Work required:
Scan the entries below for the word "const", then copy each line that holds it.

* * * * * * *

/* SPDX-License-Identifier: BSD-3-Clause */
/* test_spectra.c - band integration and interpolation against closed forms. */
#include <math.h>
#include <stdlib.h>
#include "check.h"
#include "schrot/spectra.h"

static void test_spectra__integrates_flat_psd_exactly(void)
{
	double f[] = { 1, 10, 100, 1000 }, p[] = { 2, 2, 2, 2 };
	CHECK_REL(sch_spectra_band_power(f, p, 4, 1, 1000), 2 * 999, 1e-14);
	CHECK_REL(sch_spectra_band_power(f, p, 4, 5, 50), 2 * 45, 1e-14);
	/* brick-wall band clipped to the data */
	CHECK_REL(sch_spectra_band_power(f, p, 4, 0.1, 1e6), 2 * 999, 1e-14);
}

static void test_spectra__integrates_power_laws_exactly(void)
{
	double f[] = { 1, 10, 100 }, p1[] = { 1, 0.1, 0.01 }, p2[] = { 1, 100, 1e4 };
	/* 1/f: integral = ln(f2/f1) */
	CHECK_REL(sch_spectra_band_power(f, p1, 3, 1, 100), log(100.0), 1e-13);
	/* f^2: (b^3 - a^3)/3 */
	CHECK_REL(sch_spectra_band_power(f, p2, 3, 2, 50), (125000.0 - 8.0) / 3.0, 1e-13);
}

/*
 * Single-pole noise bandwidth (pi/2) f_3dB: T. J. Sobering, "Equivalent Noise Bandwidth",
 * SDE Consulting Technote 1 (1991, rev. 2008), eqs. (1)-(3) [CHECK-VALUES K9].
 */
static void test_spectra__single_pole_noise_bandwidth(void)
{
	const size_t n = 100 * 12 + 1;
	const double fc = 159154.943; /* 1/(2 pi 1 Mohm 1 pF) */
	double *f = malloc(n * sizeof(*f)), *p = malloc(n * sizeof(*p));
	for (size_t i = 0; i < n; i++) {
		f[i] = pow(10.0, -2.0 + i / 100.0);
		p[i] = 1.0 / (1.0 + (f[i] / fc) * (f[i] / fc));
	}
	/* 100 points per decade: power-law segments are within 5e-5 at the corner */
	CHECK_REL(sch_spectra_band_power(f, p, n, f[0], f[n - 1]), M_PI / 2 * fc, 5e-5);
	free(f);
	free(p);
}

static void test_spectra__interpolates_log_log(void)
{
	double f[] = { 1, 100 }, p[] = { 1, 1e-4 };
	CHECK_REL(sch_spectra_at(f, p, 2, 10), 1e-2, 1e-13);
	CHECK(isnan(sch_spectra_at(f, p, 2, 1000)));
	CHECK_REL(sch_spectra_at(f, p, 2, 100), 1e-4, 1e-15);
}

/* A row that removes noise must cancel the row it corrects exactly (same power law, opposite sign). */
static void test_spectra__negative_row_mirrors_its_magnitude(void)
{
	double f[] = { 1, 10, 100 }, p[] = { 1, 0.1, 0.01 }, n[] = { -1, -0.1, -0.01 };
	CHECK_REL(sch_spectra_band_power(f, n, 3, 1, 100), -log(100.0), 1e-13);
	CHECK_REL(sch_spectra_band_power(f, n, 3, 2, 50) + sch_spectra_band_power(f, p, 3, 2, 50), 0.0, 1e-15);
	CHECK_REL(sch_spectra_at(f, n, 3, sqrt(10.0)), -pow(10.0, -0.5), 1e-13);
}

CHECK_MAIN(CASE(test_spectra__integrates_flat_psd_exactly), CASE(test_spectra__negative_row_mirrors_its_magnitude), CASE(test_spectra__integrates_power_laws_exactly),
	   CASE(test_spectra__single_pole_noise_bandwidth), CASE(test_spectra__interpolates_log_log))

* * * * * * *

Solution:
	const size_t n = 100 * 12 + 1;
	const double fc = 159154.943; /* 1/(2 pi 1 Mohm 1 pF) */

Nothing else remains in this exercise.